Stored items
- Opening Delimiter -

"""``sweep.export``: a store's trajectories as tidy tables (CSV, Parquet) or as NetCDF.

Tables have one row per (point, replicate, time, species): ``point``, the varied parameters'
values, ``replicate``, ``status``, ``time``, ``species``, ``count``. They are written one
task chunk (one point's replicate block) at a time, so a store larger than memory exports
in bounded memory. Replicates not run yet (status -1) are left out; unknown samples (after a
replicate stopped at the event cap, status 1) are empty (null) counts.

NetCDF holds the whole Dataset (after the filters), written with the netCDF4 or h5netcdf
library when installed (NetCDF-4, written chunk by chunk), else with scipy (NetCDF-3, which
builds the file in memory: refused when it would not fit).
"""

from __future__ import annotations

import importlib.util
import json
import os
import time as _time
from dataclasses import dataclass
from pathlib import Path
from typing import Sequence

import numpy as np

from sweep.errors import SpecError, StoreError

FORMATS = {".csv": "csv", ".parquet": "parquet", ".pq": "parquet", ".nc": "netcdf", ".nc4": "netcdf"}
#: NetCDF-3 through scipy holds the whole file in memory; refuse beyond this share of free memory
SCIPY_MEMORY_SHARE = 0.5

Selection = Sequence["int | float | tuple[float, float]"]


@dataclass(frozen=True)
class ExportSummary:
    path: Path
    format: str
    rows: int          # table rows written (for NetCDF: samples of counts)
    engine: str        # "pyarrow" for tables; the NetCDF library used
    seconds: float


def export(path: str | Path, output: str | Path, *, format: str | None = None, points: Selection | None = None,
           species: Sequence[str] | None = None, times: Selection | None = None) -> ExportSummary:
    """Export a store (optionally only some points, species and times).

    Parameters
    ----------
    path : the results store.
    output : file to write; its suffix (.csv, .parquet, .nc) gives the format unless ``format`` does.
    points : point indices, or inclusive (first, last) ranges.
    species : species names.
    times : sample times (the nearest sample is taken), or inclusive (start, end) ranges.

    Returns
    -------
    ExportSummary

    Raises
    ------
    StoreError
        No store at ``path``, or the output cannot be written.
    SpecError
        Unknown format, species, point or time.

    Example
    -------
    >>> export("results/reporter.zarr", "protein.parquet", species=["protein"], times=[(300, 600)])  # doctest: +SKIP
    """
    from sweep import store

    started = _time.perf_counter()
    path, output = Path(path), Path(output)
    fmt = _format(output, format)
    ds = store.open_dataset(path)
    p_idx = _points(ds.sizes["point"], points, str(path))
    t_idx = _times(ds["time"].values, times, str(path))
    # observables are named like species, after them (sweep.store.observed); -1 marks none asked for
    n_s = ds.sizes["species"]
    observed = [str(s) for s in ds["observable"].values] if "observable" in ds else []
    s_idx = _species([str(s) for s in ds["species"].values] + observed, species, str(path))
    try:
        output.parent.mkdir(parents=True, exist_ok=True)
    except OSError as exc:
        raise StoreError(f"{output}: cannot create its folder: {exc.strerror or exc}") from exc
    # written under a temporary name and moved in whole: a failed export never leaves half a
    # file, nor destroys the file it would have replaced
    partial = output.with_name(f".{output.name}.partial")
    try:
        if fmt == "netcdf":
            picked = {"species": s_idx[s_idx < n_s]} | ({"observable": s_idx[s_idx >= n_s] - n_s} if observed else {})
            engine, rows = _netcdf(ds.isel(point=p_idx, time=t_idx, **picked), partial)
        else:
            engine, rows = "pyarrow", _table(path, ds, partial, fmt, p_idx, t_idx, s_idx)
        os.replace(partial, output)
    except BaseException:
        partial.unlink(missing_ok=True)
        raise
    return ExportSummary(output, fmt, rows, engine, _time.perf_counter() - started)


def _format(output: Path, format: str | None) -> str:
    if format is not None:
        if format not in set(FORMATS.values()):
            raise SpecError("sweep export", "--format", "unknown format", format, "choose csv, parquet or netcdf")
        return format
    if output.suffix.lower() not in FORMATS:
        raise SpecError("sweep export", "--output", "cannot tell the format from the file name", str(output),
                        "end it in .csv, .parquet or .nc, or pass --format")
    return FORMATS[output.suffix.lower()]


def _points(n: int, wanted: Selection | None, src: str) -> np.ndarray:
    if not wanted:
        return np.arange(n)
    out = []
    for item in wanted:
        first, last = item if isinstance(item, tuple) else (item, item)
        if not (0 <= int(first) <= int(last) < n):
            raise SpecError(src, "--point", f"must be within 0..{n - 1}", item)
        out.extend(range(int(first), int(last) + 1))
    return np.array(sorted(set(out)))


def _times(grid: np.ndarray, wanted: Selection | None, src: str) -> np.ndarray:
    if not wanted:
        return np.arange(grid.size)
    out = set()
    for item in wanted:
        if isinstance(item, tuple):
            hit = np.flatnonzero((grid >= item[0]) & (grid <= item[1]))
            if not hit.size:
                raise SpecError(src, "--time", f"no sample time in this range (samples {grid[0]:g}..{grid[-1]:g})", item)
            out.update(hit.tolist())
        else:
            spacing = float(np.min(np.diff(grid))) if grid.size > 1 else 0.0
            if not grid[0] - spacing / 2 <= item <= grid[-1] + spacing / 2:
                raise SpecError(src, "--time", f"outside the sampled times {grid[0]:g}..{grid[-1]:g}", item)
            out.add(int(np.argmin(np.abs(grid - item))))
    return np.array(sorted(out))


def _species(names: list[str], wanted: Sequence[str] | None, src: str) -> np.ndarray:
    if not wanted:
        return np.arange(len(names))
    for name in wanted:
        if name not in names:
            raise SpecError(src, "--species", "not a species of this store", name, f"choose from: {', '.join(names)}")
    return np.array([names.index(name) for name in dict.fromkeys(wanted)])


def _table(path: Path, ds, output: Path, fmt: str, p_idx, t_idx, s_idx) -> int:
    """Stream tidy rows, one task chunk at a time, into a CSV or Parquet file."""
    import pyarrow as pa
    import zarr

    g = zarr.open_group(path, mode="r")
    counts, status = g["counts"], g["status"]
    block = counts.chunks[1]
    params = ds["params"].values
    names = [str(p) for p in ds["param"].values]
    times = ds["time"].values[t_idx]
    labels = [str(s) for s in ds["species"].values] + ([str(s) for s in ds["observable"].values] if "observable" in ds
                                                        else [])
    species = pa.array([labels[i] for i in s_idx])
    read = _reader(g, t_idx, s_idx)
    observed = bool(np.any(s_idx >= counts.shape[3]))
    writer, rows = None, 0
    try:
        for p in p_idx:
            for start in range(0, counts.shape[1], block):
                stop = min(start + block, counts.shape[1])
                ran = np.flatnonzero(status[p, start:stop] >= 0)
                if not ran.size:
                    continue
                data = read(int(p), start, stop)[ran]
                table = _rows(int(p), params[p], names, start + ran, status[p, start:stop][ran], times, species, data,
                              observed)
                writer = writer or _writer(output, fmt, table.schema)
                writer.write_table(table)
                rows += table.num_rows
        if writer is None:  # nothing run yet: still write the header
            writer = _writer(output, fmt, _rows(0, params[0] if len(params) else [], names, np.arange(0), np.arange(0),
                                               times, species, read(0, 0, 0), observed).schema)
    except OSError as exc:
        raise StoreError(f"{output}: cannot write: {exc.strerror or exc}") from exc
    finally:
        if writer is not None:
            writer.close()
    return rows


def _reader(g, t_idx, s_idx):
    """A block's selected columns: counts (their own dtype, -1 unknown), or with observables float64 with
    NaN for unknown (a count's -1 becomes NaN; an observable may be negative)."""
    counts = g["counts"]
    n_s = counts.shape[3]
    if np.all(s_idx < n_s):
        return lambda p, start, stop: counts.get_orthogonal_selection((p, slice(start, stop), t_idx, s_idx))
    observed, mine = g["observables"], s_idx >= n_s

    def read(p: int, start: int, stop: int) -> np.ndarray:
        out = np.empty((stop - start, len(t_idx), len(s_idx)), np.float64)
        part = counts.get_orthogonal_selection((p, slice(start, stop), t_idx, s_idx[~mine])).astype(np.float64)
        out[:, :, ~mine] = np.where(part < 0, np.nan, part)
        out[:, :, mine] = observed.get_orthogonal_selection((p, slice(start, stop), t_idx, s_idx[mine] - n_s))
        return out

    return read


def _rows(point, values, names, replicates, status, times, species, data, observed=False):
    """One chunk as an Arrow table; species is dictionary-encoded (one string per species)."""
    import pyarrow as pa

    n_r, n_t, n_s = data.shape
    total = n_r * n_t * n_s
    flat = data.reshape(-1)
    columns = {"point": pa.array(np.full(total, point, np.int32))}
    for name, value in zip(names, values):
        columns[name] = pa.array(np.full(total, value, np.float64))
    columns["replicate"] = pa.array(np.repeat(replicates.astype(np.int32), n_t * n_s))
    columns["status"] = pa.array(np.repeat(np.asarray(status, np.int8), n_t * n_s))
    columns["time"] = pa.array(np.tile(np.repeat(times, n_s), n_r))
    columns["species"] = pa.DictionaryArray.from_arrays(pa.array(np.tile(np.arange(n_s, dtype=np.int32), n_r * n_t)),
                                                        species)
    # int32 molecule counts, or float64 for methods with a real-valued state; -1 is unknown either way
    # (with observables: float64, NaN unknown)
    unknown = np.isnan(flat) if observed else flat < 0
    columns["count"] = pa.array(flat, mask=unknown, type=pa.from_numpy_dtype(flat.dtype))
    return pa.table(columns)


def _writer(output: Path, fmt: str, schema):
    if fmt == "parquet":
        import pyarrow.parquet as pq

        return pq.ParquetWriter(output, schema, compression="zstd")
    import pyarrow.csv as pacsv

    return pacsv.CSVWriter(output, schema)


def _netcdf(ds, output: Path) -> tuple[str, int]:
    """Write the Dataset to NetCDF with the best library installed."""
    engine = next((e for e, module in (("netcdf4", "netCDF4"), ("h5netcdf", "h5netcdf"))
                   if importlib.util.find_spec(module) is not None), "scipy")
    ds = ds.drop_encoding()
    ds.attrs = {k: v if isinstance(v, (str, int, float)) else json.dumps(v) for k, v in ds.attrs.items()}
    if engine == "scipy":
        import psutil

        available = psutil.virtual_memory().available
        if ds.nbytes > SCIPY_MEMORY_SHARE * available:
            raise StoreError(f"{output}: {ds.nbytes / 2**30:.1f} GiB would be built in memory by scipy's NetCDF-3 writer "
                             f"({available / 2**30:.1f} GiB free); install h5netcdf (pip install h5netcdf) to write "
                             "chunk by chunk, or export fewer points, species or times")
        # NetCDF-3 has no 64-bit integers: keep event counts exact as float64
        ds["events"] = ds["events"].astype(np.float64)
    try:
        ds.to_netcdf(output, engine=engine)
    except OSError as exc:
        raise StoreError(f"{output}: cannot write: {exc.strerror or exc}") from exc
    return engine, int(ds["counts"].size) + (int(ds["observables"].size) if "observables" in ds else 0)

- Closing Delimiter -

Each line above that contains the string "choose" counts once; give the number of such lines and nothing more.

SOLVED EXERCISE
2